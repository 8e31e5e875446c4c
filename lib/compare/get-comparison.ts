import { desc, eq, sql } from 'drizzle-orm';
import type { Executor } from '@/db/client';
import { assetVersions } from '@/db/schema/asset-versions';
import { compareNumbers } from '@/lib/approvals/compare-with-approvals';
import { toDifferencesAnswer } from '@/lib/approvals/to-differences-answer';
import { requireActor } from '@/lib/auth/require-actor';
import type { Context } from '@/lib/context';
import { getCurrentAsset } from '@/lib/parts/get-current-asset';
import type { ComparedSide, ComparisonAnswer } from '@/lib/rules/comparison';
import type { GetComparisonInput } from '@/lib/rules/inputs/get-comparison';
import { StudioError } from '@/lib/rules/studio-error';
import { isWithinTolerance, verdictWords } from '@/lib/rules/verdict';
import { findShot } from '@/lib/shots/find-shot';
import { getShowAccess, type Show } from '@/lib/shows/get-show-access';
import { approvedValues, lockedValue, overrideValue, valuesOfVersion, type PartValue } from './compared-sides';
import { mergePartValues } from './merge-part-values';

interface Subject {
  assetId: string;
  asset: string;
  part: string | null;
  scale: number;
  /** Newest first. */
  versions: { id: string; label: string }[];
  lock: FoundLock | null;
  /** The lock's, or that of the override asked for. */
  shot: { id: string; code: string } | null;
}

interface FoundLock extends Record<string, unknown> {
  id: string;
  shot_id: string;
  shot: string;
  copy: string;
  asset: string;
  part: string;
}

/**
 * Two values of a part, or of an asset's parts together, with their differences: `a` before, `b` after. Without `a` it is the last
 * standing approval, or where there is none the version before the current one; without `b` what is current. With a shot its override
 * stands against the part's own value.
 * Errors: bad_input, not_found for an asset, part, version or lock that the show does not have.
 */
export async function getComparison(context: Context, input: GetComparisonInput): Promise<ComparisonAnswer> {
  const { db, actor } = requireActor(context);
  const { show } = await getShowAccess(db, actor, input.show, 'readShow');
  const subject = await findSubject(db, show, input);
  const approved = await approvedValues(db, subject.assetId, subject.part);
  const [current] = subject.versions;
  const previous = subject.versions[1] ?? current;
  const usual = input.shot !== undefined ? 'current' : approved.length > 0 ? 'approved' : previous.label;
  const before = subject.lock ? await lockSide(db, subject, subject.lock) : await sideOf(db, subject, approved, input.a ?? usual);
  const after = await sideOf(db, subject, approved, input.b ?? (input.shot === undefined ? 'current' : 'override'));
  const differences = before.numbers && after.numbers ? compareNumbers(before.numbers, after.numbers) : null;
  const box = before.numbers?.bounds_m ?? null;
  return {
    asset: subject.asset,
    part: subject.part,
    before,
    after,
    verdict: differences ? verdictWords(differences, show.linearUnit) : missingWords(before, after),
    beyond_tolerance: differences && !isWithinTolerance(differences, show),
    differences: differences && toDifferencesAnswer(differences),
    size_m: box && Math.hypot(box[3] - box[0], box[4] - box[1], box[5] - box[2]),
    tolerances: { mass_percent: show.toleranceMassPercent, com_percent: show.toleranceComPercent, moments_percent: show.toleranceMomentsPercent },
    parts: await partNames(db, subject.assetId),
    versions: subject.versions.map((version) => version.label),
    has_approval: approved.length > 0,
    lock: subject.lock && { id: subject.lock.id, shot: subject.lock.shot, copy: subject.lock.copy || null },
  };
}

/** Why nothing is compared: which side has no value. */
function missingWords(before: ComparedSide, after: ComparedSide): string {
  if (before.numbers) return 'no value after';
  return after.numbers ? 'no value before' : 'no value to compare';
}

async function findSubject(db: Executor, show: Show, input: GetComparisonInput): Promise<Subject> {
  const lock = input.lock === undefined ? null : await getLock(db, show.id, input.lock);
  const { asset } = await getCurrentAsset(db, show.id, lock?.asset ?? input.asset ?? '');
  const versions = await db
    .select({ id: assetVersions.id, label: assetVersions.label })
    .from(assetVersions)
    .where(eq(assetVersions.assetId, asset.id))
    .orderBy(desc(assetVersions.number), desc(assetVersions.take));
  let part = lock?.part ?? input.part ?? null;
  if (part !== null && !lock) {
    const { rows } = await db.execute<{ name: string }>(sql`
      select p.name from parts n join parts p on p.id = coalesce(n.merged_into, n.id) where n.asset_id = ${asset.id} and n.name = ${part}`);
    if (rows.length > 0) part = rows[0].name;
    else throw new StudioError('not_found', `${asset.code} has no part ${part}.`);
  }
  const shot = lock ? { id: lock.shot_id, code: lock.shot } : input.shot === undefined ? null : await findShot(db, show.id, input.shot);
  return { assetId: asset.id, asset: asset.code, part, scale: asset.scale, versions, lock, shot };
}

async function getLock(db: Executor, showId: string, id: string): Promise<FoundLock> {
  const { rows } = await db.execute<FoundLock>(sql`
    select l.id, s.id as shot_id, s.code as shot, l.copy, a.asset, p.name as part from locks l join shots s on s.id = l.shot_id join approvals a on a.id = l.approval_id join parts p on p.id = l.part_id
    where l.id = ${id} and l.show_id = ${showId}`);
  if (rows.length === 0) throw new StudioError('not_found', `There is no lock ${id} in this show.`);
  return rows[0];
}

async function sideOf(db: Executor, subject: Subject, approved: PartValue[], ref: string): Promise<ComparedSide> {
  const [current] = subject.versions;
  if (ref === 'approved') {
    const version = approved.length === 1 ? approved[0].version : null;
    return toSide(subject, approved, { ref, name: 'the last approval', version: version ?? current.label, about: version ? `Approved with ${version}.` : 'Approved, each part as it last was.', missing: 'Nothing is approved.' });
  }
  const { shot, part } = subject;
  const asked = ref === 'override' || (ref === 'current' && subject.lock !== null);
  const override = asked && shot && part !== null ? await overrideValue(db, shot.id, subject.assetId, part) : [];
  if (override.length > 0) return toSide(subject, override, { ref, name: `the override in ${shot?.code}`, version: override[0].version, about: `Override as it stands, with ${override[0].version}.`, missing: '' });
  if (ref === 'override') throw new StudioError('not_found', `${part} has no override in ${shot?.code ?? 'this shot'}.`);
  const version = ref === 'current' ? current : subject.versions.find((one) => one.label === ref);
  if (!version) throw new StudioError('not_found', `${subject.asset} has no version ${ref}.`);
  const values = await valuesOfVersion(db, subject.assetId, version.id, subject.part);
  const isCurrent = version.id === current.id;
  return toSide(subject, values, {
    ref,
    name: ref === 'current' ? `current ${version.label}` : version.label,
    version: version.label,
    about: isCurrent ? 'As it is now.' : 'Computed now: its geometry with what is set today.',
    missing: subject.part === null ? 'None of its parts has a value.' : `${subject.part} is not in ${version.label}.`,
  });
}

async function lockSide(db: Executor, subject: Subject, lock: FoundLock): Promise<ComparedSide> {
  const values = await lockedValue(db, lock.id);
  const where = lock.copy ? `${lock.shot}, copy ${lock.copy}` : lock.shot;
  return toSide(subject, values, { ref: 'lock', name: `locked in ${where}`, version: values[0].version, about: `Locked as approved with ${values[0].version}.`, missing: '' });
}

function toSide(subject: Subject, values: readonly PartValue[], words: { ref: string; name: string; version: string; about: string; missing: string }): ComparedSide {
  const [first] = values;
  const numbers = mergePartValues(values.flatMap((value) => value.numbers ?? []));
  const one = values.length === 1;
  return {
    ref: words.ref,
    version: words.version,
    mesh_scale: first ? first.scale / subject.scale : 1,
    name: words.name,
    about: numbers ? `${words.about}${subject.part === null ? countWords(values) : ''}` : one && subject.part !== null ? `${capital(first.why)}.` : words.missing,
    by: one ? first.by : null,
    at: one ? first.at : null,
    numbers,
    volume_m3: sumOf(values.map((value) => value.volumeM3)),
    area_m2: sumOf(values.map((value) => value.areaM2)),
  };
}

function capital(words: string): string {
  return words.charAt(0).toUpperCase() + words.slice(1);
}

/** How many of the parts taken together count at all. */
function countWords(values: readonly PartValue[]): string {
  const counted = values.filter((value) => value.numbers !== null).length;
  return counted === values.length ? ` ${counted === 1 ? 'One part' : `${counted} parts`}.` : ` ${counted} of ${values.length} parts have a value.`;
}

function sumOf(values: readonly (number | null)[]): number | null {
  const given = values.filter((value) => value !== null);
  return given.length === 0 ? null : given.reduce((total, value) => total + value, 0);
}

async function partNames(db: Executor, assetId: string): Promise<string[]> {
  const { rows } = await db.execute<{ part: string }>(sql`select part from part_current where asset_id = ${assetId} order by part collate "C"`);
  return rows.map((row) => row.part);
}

Instructions to follow
Only a number is wanted here: how many lines of the data hold the string "asked".

Answer box
3